Some demos and experiments
Let's start with something easy:
//
// Duplication of references ==> &s1 == &s2
//
string s1 = "Hello World";
Console.WriteLine("s1 = {0}", s1);
Console.Write("&s1 = "); AddressOf(s1);
string s2 = s1;
Console.WriteLine("s2 = {0}", s2);
Console.Write("&s2 = "); AddressOf(s2);
Console.WriteLine("(&s2 == &s1) == {0}\n", Object.ReferenceEquals(s1, s2));
No surprise that s1 = s2 results in two identical addresses (or references, whatever terminology you like most). In the end, System.String is a reference type, thus assignment is pointer/address/reference assignment:
s1 = Hello World
&s1 = 01591DB8
s2 = Hello World
&s2 = 01591DB8
(&s2 == &s1) == True
So, we now have a string s1 containing "Hello World". What happens if we allocate another string with the same contents? An experiment:
//
// Another string with the same value ==> &s1 == &s3 (!)
//
string s3 = "Hello World";
Console.WriteLine("s3 = {0}", s3);
Console.Write("&s3 = "); AddressOf(s3);
Console.WriteLine("(&s3 == &s1) == {0}\n", Object.ReferenceEquals(s1, s3));
Spitting out the following:
s3 = Hello World
&s3 = 01591DB8
(&s3 == &s1) == True
This, again, is string interning at your service. What happens is that the JIT checks the table with interned strings in the current appdomain (to be precise: on the module level, see SSCLI code later) and if the string is found in the (hash)table, that reference is returned.

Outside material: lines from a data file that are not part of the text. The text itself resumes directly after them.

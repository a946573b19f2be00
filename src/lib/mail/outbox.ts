/**
 * The durable mail outbox (table `mail_outbox`). A mail is written here before anything
 * is tried, then claimed for one delivery attempt at a time with a lease (so two workers
 * or two app instances never send the same row at once), and either marked sent (bodies
 * cleared) or given a next attempt with back-off: 1 s, 2 s, 4 s ... at most 5 minutes
 * apart, for 24 hours, after which it is marked failed. Delivery is at least once: a
 * process killed mid-send retries that mail after its lease runs out.
 */
import { and, asc, eq, inArray, lte, min, sql } from 'drizzle-orm';
import type { Db } from '../db/client';
import { newId } from '../db/ids';
import { mailOutbox } from '../db/schema';
import type { MailMessage } from './templates';

export type OutboxRow = typeof mailOutbox.$inferSelect;
export type MailKind = OutboxRow['kind'];
export type MailRef = { kind: MailKind; organizationId?: string | null; refType?: string; refId?: string };

/** Delay before the next attempt after `attempts` failed ones. */
export function retryDelayMs(attempts: number): number {
  return Math.min(MAX_RETRY_DELAY_MS, 1000 * 2 ** Math.max(0, attempts - 1));
}
export const MAX_RETRY_DELAY_MS = 5 * 60_000;
export const GIVE_UP_AFTER_MS = 24 * 60 * 60_000;
/** How long a claimed row is left alone before another worker may retry it. */
export const LEASE_MS = 2 * 60_000;

export async function enqueueMail(db: Db, to: string, message: MailMessage, ref: MailRef, now = new Date()): Promise<OutboxRow> {
  const [row] = await db
    .insert(mailOutbox)
    .values({ id: newId('mail'), organizationId: ref.organizationId ?? null, kind: ref.kind, refType: ref.refType ?? null, refId: ref.refId ?? null, toAddress: to, subject: message.subject, textBody: message.text, htmlBody: message.html, nextAttemptAt: now })
    .returning();
  return row!;
}

/** Claims due rows (or one row by id) for an attempt: they are leased and their attempt counted. */
export async function claimDue(db: Db, opts: { id?: string; limit?: number; now?: Date } = {}): Promise<OutboxRow[]> {
  const now = opts.now ?? new Date();
  const due = and(eq(mailOutbox.status, 'pending'), lte(mailOutbox.nextAttemptAt, now));
  const ids = opts.id
    ? [opts.id]
    : (await db.select({ id: mailOutbox.id }).from(mailOutbox).where(due).orderBy(asc(mailOutbox.nextAttemptAt)).limit(opts.limit ?? 20)).map((r) => r.id);
  const claimed: OutboxRow[] = [];
  for (const id of ids) {
    // The condition is checked again in the UPDATE, so only one claimer wins a row.
    const [row] = await db
      .update(mailOutbox)
      .set({ nextAttemptAt: new Date(now.getTime() + LEASE_MS), attempts: sql`${mailOutbox.attempts} + 1` })
      .where(and(eq(mailOutbox.id, id), due))
      .returning();
    if (row) claimed.push(row);
  }
  return claimed;
}

export type AttemptOutcome = { ok: true; messageId: string } | { ok: false; error: string; permanent: boolean };

/** Records the outcome of one attempt on a claimed row and returns the row as it is now. */
export async function recordAttempt(db: Db, row: OutboxRow, outcome: AttemptOutcome, now = new Date()): Promise<OutboxRow> {
  const set: Partial<typeof mailOutbox.$inferInsert> = outcome.ok
    ? { status: 'sent', sentAt: now, messageId: outcome.messageId, lastError: null, textBody: '', htmlBody: '' }
    : outcome.permanent || now.getTime() - row.createdAt.getTime() > GIVE_UP_AFTER_MS
      ? { status: 'failed', lastError: outcome.error }
      : { nextAttemptAt: new Date(now.getTime() + retryDelayMs(row.attempts)), lastError: outcome.error };
  const [updated] = await db.update(mailOutbox).set(set).where(eq(mailOutbox.id, row.id)).returning();
  return updated ?? row;
}

/** When the next pending row is due (ms since epoch), or null with none pending. */
export async function nextDueAt(db: Db): Promise<number | null> {
  const [r] = await db.select({ at: min(mailOutbox.nextAttemptAt) }).from(mailOutbox).where(eq(mailOutbox.status, 'pending'));
  const at = r?.at as Date | number | null | undefined;
  return at == null ? null : at instanceof Date ? at.getTime() : Number(at);
}

export type Delivery = { status: 'sent' | 'sending' | 'delayed' | 'failed'; attempts: number; nextAttemptAt: string | null; message: string };

/** What a screen says about a mail's delivery. */
export function describeDelivery(row: Pick<OutboxRow, 'status' | 'attempts' | 'nextAttemptAt' | 'toAddress' | 'lastError'>): Delivery {
  const base = { attempts: row.attempts, nextAttemptAt: row.status === 'pending' ? row.nextAttemptAt.toISOString() : null };
  if (row.status === 'sent') return { ...base, status: 'sent', message: `The e-mail to ${row.toAddress} was handed to the mail server.` };
  if (row.status === 'failed') return { ...base, status: 'failed', message: `The e-mail to ${row.toAddress} could not be delivered and is no longer retried (${row.lastError ?? 'no reason given'}). Send it again.` };
  if (row.attempts === 0 || !row.lastError) return { ...base, status: 'sending', message: `The e-mail to ${row.toAddress} is being sent.` };
  return { ...base, status: 'delayed', message: `The e-mail to ${row.toAddress} is delayed: the mail server is not accepting mail right now. It is kept and retried automatically; nothing needs to be done.` };
}

/** The latest mail about each of `refIds` (of one type, within one workspace), by ref id. */
export async function deliveriesOf(db: Db, organizationId: string, refType: string, refIds: string[]): Promise<Map<string, Delivery>> {
  const out = new Map<string, Delivery>();
  if (!refIds.length) return out;
  const rows = await db
    .select()
    .from(mailOutbox)
    .where(and(eq(mailOutbox.organizationId, organizationId), eq(mailOutbox.refType, refType), inArray(mailOutbox.refId, refIds)))
    .orderBy(asc(mailOutbox.createdAt));
  for (const r of rows) out.set(r.refId!, describeDelivery(r));
  return out;
}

Now, what if we append a character to s1 and assign it back to s1? Because strings are immutable, we'll end up with a new string object (and thus a new address/reference):
//
// Strings are immutable; changing them allocates a new string ==> different address!
//
s1 += "!";
Console.WriteLine("s1 = {0}", s1);
Console.Write("&s1 = "); AddressOf(s1);
In IL, this looks like this:
IL_00fa: ldloc.2
IL_00fb: ldstr "!"
IL_0100: call string [mscorlib]System.String::Concat(string, string)
IL_0105: stloc.2
You see, there is no such thing as ldstr "Hello World!" this time. The compiler can't foresee this concatenation (would be even useless if it could in this case, because we've used the unmodified s1 object before), so a runtime String.Concat call is emitted to IL, effectively creating a new string. Allocation of this string doesn't happen using ldstr but through a so-called "framed allocation" that directly calls into the GC for memory allocation (see SSCLI code further on).
Because the newly created string (obtained through concatenation) isn't allocated through ldstr (see further for SSCLI analysis), it doesn't end up in the (hash)table of interned strings. Therefore, calling ldstr "Hello World!" subsequently won't find a match in the interned strings table and will result in a new allocation (which on its turn does end up in the interned strings table!):
//
// Another string, equal to the modified s1 string ==> &s1 != &s4
//
string s4 = "Hello World!";
Console.WriteLine("s4 = {0}", s4);
Console.Write("&s4 = "); AddressOf(s4);
Console.WriteLine("(&s4 == &s1) == {0}\n", Object.ReferenceEquals(s1, s4));
performs
IL_0124: ldstr "Hello World!"
IL_0129: stloc.s s4
and results in
s1 = Hello World!
&s1 = 015973C8
s4 = Hello World!
&s4 = 01591CC8
(&s4 == &s1) == False
How can we solve this? The answer: intern s1. Why? To reduce memory footprint caused by duplicate strings. What happens? The runtime finds s4 that already has the contents of s1 at the moment, thus the String.Intern(s1) call will return the address of s4.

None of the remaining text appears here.